PScore

class pyopenms.PScore

Bases: object

Cython implementation of _PScore

Original C++ documentation is available here

__init__()

Overload:

__init__(self) → None

Overload:

__init__(self, in_0: PScore) → None

Methods

__init__	Overload:
calculateIntensityRankInMZWindow(self, mz, ...)	Calculate local (windowed) peak ranks
calculatePeakLevelSpectra(self, spec, ranks, ...)	Calculates spectra for peak level between min_level to max_level and stores them in the map
calculateRankMap(self, peak_map, mz_window)	Precalculated, windowed peak ranks for a whole experiment
computePScore	Overload:

calculateIntensityRankInMZWindow(self, mz: List[float], intensities: List[float], mz_window: float) → List[int]

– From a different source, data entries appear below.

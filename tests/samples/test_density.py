"""Density: salt, water, minerals and models, against published and exact values."""

from __future__ import annotations

import numpy as np
import pandas as pd
import pytest
from hypothesis import given, settings
from hypothesis import strategies as st

from sms_resource.samples.density import density_findings, density_table, fit_density
from sms_resource.samples.mineralogy import (
    ATOMIC_MASS,
    MINERALS,
    NormSettings,
    formula_counts,
    heaviest_grain,
    least_mineral_percent,
    norm,
)
from sms_resource.samples.moisture import (
    dry_from_grain,
    dry_without_salt,
    moisture_and_density,
    wet_from_porosity,
)
from sms_resource.samples.seawater import SalinityOutOfRange, seawater_density
from tests.samples.holes import codes, intervals

IODP = {"salinity_gkg": 35.0, "pore_water_tpm3": 1.024}


@pytest.mark.parametrize(
    ("masses", "porosity", "wet", "dry", "grain"),
    [
        # worked by hand from the formulas of Blum (1997), ODP Technical Note 26, with IODP's constants
        ((31.53400, 28.07544, 6.556505), 0.350, 3.153, 2.795, 4.300),
        ((30.0, 25.5, 7.2), 0.3898769456, 2.5684053502, 2.1691713579, 3.5553014136),
    ],
)
def test_moisture_and_density_worked_examples(
    masses: tuple, porosity: float, wet: float, dry: float, grain: float
) -> None:
    found = moisture_and_density(*masses, **IODP)
    digits = 5e-4 if porosity == 0.350 else 1e-9
    assert float(found.porosity) == pytest.approx(porosity, abs=digits)
    assert float(found.wet_tpm3) == pytest.approx(wet, abs=digits)
    assert float(found.dry_tpm3) == pytest.approx(dry, abs=digits)
    assert float(found.grain_tpm3) == pytest.approx(grain, abs=digits)


def test_a_published_row_of_sediment() -> None:
    # ODP site 1232A, as published: water 30.1 % of the wet mass (with its salt), grain 2.784 -> bulk 1.835, dry 1.283,
    # porosity 53.9 %; tolerance .002
    wet, water = 100.0, 30.1
    solid = wet - water
    found = moisture_and_density(wet, wet - 0.965 * water, solid / 2.784 + 0.035 * water / 2.22, **IODP)
    assert float(found.wet_tpm3) == pytest.approx(1.835, abs=0.002)
    assert float(found.dry_tpm3) == pytest.approx(1.283, abs=0.002)
    assert float(found.porosity) == pytest.approx(0.539, abs=0.002)
    assert float(found.grain_tpm3) == pytest.approx(2.784, abs=1e-9)


@settings(max_examples=100, deadline=None)
@given(st.floats(0.01, 0.9), st.floats(2.0, 7.0), st.floats(0.0, 270.0), st.floats(1.0, 1.25))
def test_water_salt_and_solid_balance(porosity: float, grain: float, salinity: float, water: float) -> None:
    """A rock built from grains and brine comes back: wet = dry + water, and less dry without its salt."""
    share = salinity / 1000.0
    solid = grain * (1 - porosity)
    brine = porosity * water
    wet, dried = solid + brine, solid + share * brine
    volume = (1 - porosity) + share * brine / 2.22
    found = moisture_and_density(wet, dried, volume, salinity_gkg=salinity, pore_water_tpm3=water)
    assert float(found.porosity) == pytest.approx(porosity, rel=1e-9)
    assert float(found.grain_tpm3) == pytest.approx(grain, rel=1e-9)
    assert float(found.wet_tpm3) == pytest.approx(
        float(found.dry_tpm3) + float(found.porosity) * water, rel=1e-12
    )
    if salinity > 1e-6:
        assert float(found.dry_tpm3) < float(found.dry_with_salt_tpm3)
    assert float(
        dry_without_salt(found.wet_tpm3, found.dry_with_salt_tpm3, salinity_gkg=salinity)
    ) == pytest.approx(float(found.dry_tpm3), rel=1e-9)
    back, pores = dry_from_grain(found.wet_tpm3, found.grain_tpm3, pore_water_tpm3=water)
    assert float(back) == pytest.approx(float(found.dry_tpm3), rel=1e-9)
    assert float(wet_from_porosity(back, pores, pore_water_tpm3=water)) == pytest.approx(
        float(found.wet_tpm3), rel=1e-9
    )


def test_seawater_density_is_that_of_teos10() -> None:
    gsw = pytest.importorskip("gsw", reason="gsw is not installed")
    # the check value of TEOS-10's own documentation: SA 34.7118, CT 28.8099, p 10 -> 1021.8399357381
    assert gsw.rho(34.7118, 28.8099, 10.0) == pytest.approx(1021.8399357381, abs=1e-6)
    # in situ at 1600 and 3650 m: 1.035 and 1.045 t/m3 (TEOS-10, 3 and 2 degrees)
    assert seawater_density(35.0, 3.0, 1600.0) == pytest.approx(1.035, abs=5e-4)
    assert seawater_density(35.0, 2.0, 3650.0) == pytest.approx(1.045, abs=5e-4)
    assert seawater_density(35.0) == pytest.approx(1.024, abs=1e-3)  # IODP's pore water
    with pytest.raises(SalinityOutOfRange, match="brine"):
        seawater_density(150.0)


@pytest.mark.parametrize(
    ("mineral", "element", "percent"),
    [
        ("chalcopyrite", "Cu", 34.628),
        ("sphalerite", "Zn", 67.098),
        ("galena", "Pb", 86.600),
        ("pyrite", "Fe", 46.551),
        ("bornite", "Cu", 63.316),
        ("covellite", "Cu", 66.467),
        ("chalcocite", "Cu", 79.856),
        ("barite", "Ba", 58.842),
    ],
)
def test_metal_in_minerals(mineral: str, element: str, percent: float) -> None:
    # handbook values, tolerance .02
    assert 100 * MINERALS[mineral].fraction(element) == pytest.approx(percent, abs=0.02)


@pytest.mark.parametrize("library", ["periodictable", "molmass"])
def test_atomic_masses_are_those_of_a_chemistry_library(library: str) -> None:
    chemistry = pytest.importorskip(library, reason=f"{library} is not installed")
    for symbol, mass in ATOMIC_MASS.items():
        other = (
            getattr(chemistry, symbol).mass if library == "periodictable" else chemistry.Formula(symbol).mass
        )
        # abridged standard weights move by some 1e-4 between tables
        assert mass == pytest.approx(float(other), rel=6e-4), symbol
    for mineral in MINERALS.values():
        weight = sum(ATOMIC_MASS[s] * n for s, n in formula_counts(mineral.formula).items())
        other = (
            chemistry.formula(mineral.formula).mass
            if library == "periodictable"
            else chemistry.Formula(mineral.formula).mass
        )
        assert weight == pytest.approx(float(other), rel=3e-4), mineral.name


def sample(**grades: float) -> pd.DataFrame:
    return pd.DataFrame({name: [value] for name, value in grades.items()})


def test_norm_of_a_massive_sulphide() -> None:
    # independent code, same rules: Cu 6, Zn 4, Pb .6, As .2, Ba 5, Fe 26 %
    found = norm(sample(cu_pct=6, zn_pct=4, pb_pct=0.6, as_ppm=2000, ba_pct=5, fe_pct=26)).iloc[0]
    expected = {
        "chalcopyrite": 15.857,
        "sphalerite": 5.961,
        "galena": 0.693,
        "barite": 8.497,
        "tennantite": 0.987,
        "pyrite": 45.487,
        "silica": 22.517,
    }
    for name, value in expected.items():
        assert found[name] == pytest.approx(value, abs=2e-3), name
    assert found["grain_density_tpm3"] == pytest.approx(3.66837, abs=2e-4)


@settings(max_examples=50, deadline=None)
@given(st.floats(0, 30), st.floats(0, 40), st.floats(0, 30), st.floats(0, 40), st.floats(0, 20000))
def test_norm_keeps_mass_and_metal(cu: float, zn: float, ba: float, fe: float, arsenic: float) -> None:
    found = norm(sample(cu_pct=cu, zn_pct=zn, ba_pct=ba, fe_pct=fe, as_ppm=arsenic)).iloc[0]
    minerals = {name: found[name] for name in found.index if name in MINERALS}
    assert sum(minerals.values()) == pytest.approx(100.0, abs=1e-9)
    assert min(minerals.values()) >= 0
    if found["sum_pct"] <= 100:
        for element, grade in (("Cu", cu), ("Zn", zn), ("Ba", ba)):
            held = sum(mass * MINERALS[name].fraction(element) for name, mass in minerals.items())
            assert held == pytest.approx(grade, abs=1e-9)
    densities = [MINERALS[name].density_tpm3 for name, mass in minerals.items() if mass > 0]
    assert min(densities) - 1e-9 <= found["grain_density_tpm3"] <= max(densities) + 1e-9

Calculate local (windowed) peak ranks

The peak rank is defined as the number of neighboring peaks in +/- (mz_window/2) that have higher intensity The result can be used to efficiently filter spectra for top 1..n peaks in mass windows

Parameters:

• mz – The m/z positions of the peaks

• intensities – The intensities of the peaks

• mz_window – The window in Thomson centered at each peak

calculatePeakLevelSpectra(self, spec: MSSpectrum, ranks: List[int], min_level: int, max_level: int) → Dict[int, MSSpectrum]

Calculates spectra for peak level between min_level to max_level and stores them in the map

A spectrum of peak level n retains the (n+1) top intensity peaks in a sliding mz_window centered at each peak

calculateRankMap(self, peak_map: MSExperiment, mz_window: float) → List[List[int]]

Precalculated, windowed peak ranks for a whole experiment

The peak rank is defined as the number of neighboring peaks in +/- (mz_window/2) that have higher intensity

Parameters:

• peak_map – Fragment spectra used for rank calculation. Typically a peak map after removal of all MS1 spectra

• mz_window – Window in Thomson centered at each peak

computePScore()

Overload:

computePScore(self, fragment_mass_tolerance: float, fragment_mass_tolerance_unit_ppm: bool, peak_level_spectra: Dict[int, MSSpectrum], theo_spectra: List[MSSpectrum], mz_window: float) → float

Computes the PScore for a vector of theoretical spectra

Similar to Andromeda, a vector of theoretical spectra can be provided that e.g. contain loss spectra or higher charge spectra depending on the sequence. The best score obtained by scoring all those theoretical spectra against the experimental ones is returned

Parameters:

• fragment_mass_tolerance – Mass tolerance for matching peaks

• fragment_mass_tolerance_unit_ppm – Whether Thomson or ppm is used

• peak_level_spectra – Spectra for different peak levels (=filtered by maximum rank).

• theo_spectra – Theoretical spectra as obtained e.g. from TheoreticalSpectrumGenerator

• mz_window – Window in Thomson centered at each peak

Overload:

computePScore(self, fragment_mass_tolerance: float, fragment_mass_tolerance_unit_ppm: bool, peak_level_spectra: Dict[int, MSSpectrum], theo_spectrum: MSSpectrum, mz_window: float) → float

Computes the PScore for a single theoretical spectrum

Parameters:

• fragment_mass_tolerance – Mass tolerance for matching peaks

• fragment_mass_tolerance_unit_ppm – Whether Thomson or ppm is used

• peak_level_spectra – Spectra for different peak levels (=filtered by maximum rank)

• theo_spectra – Theoretical spectra as obtained e.g. from TheoreticalSpectrumGenerator

• mz_window – Window in Thomson centered at each peak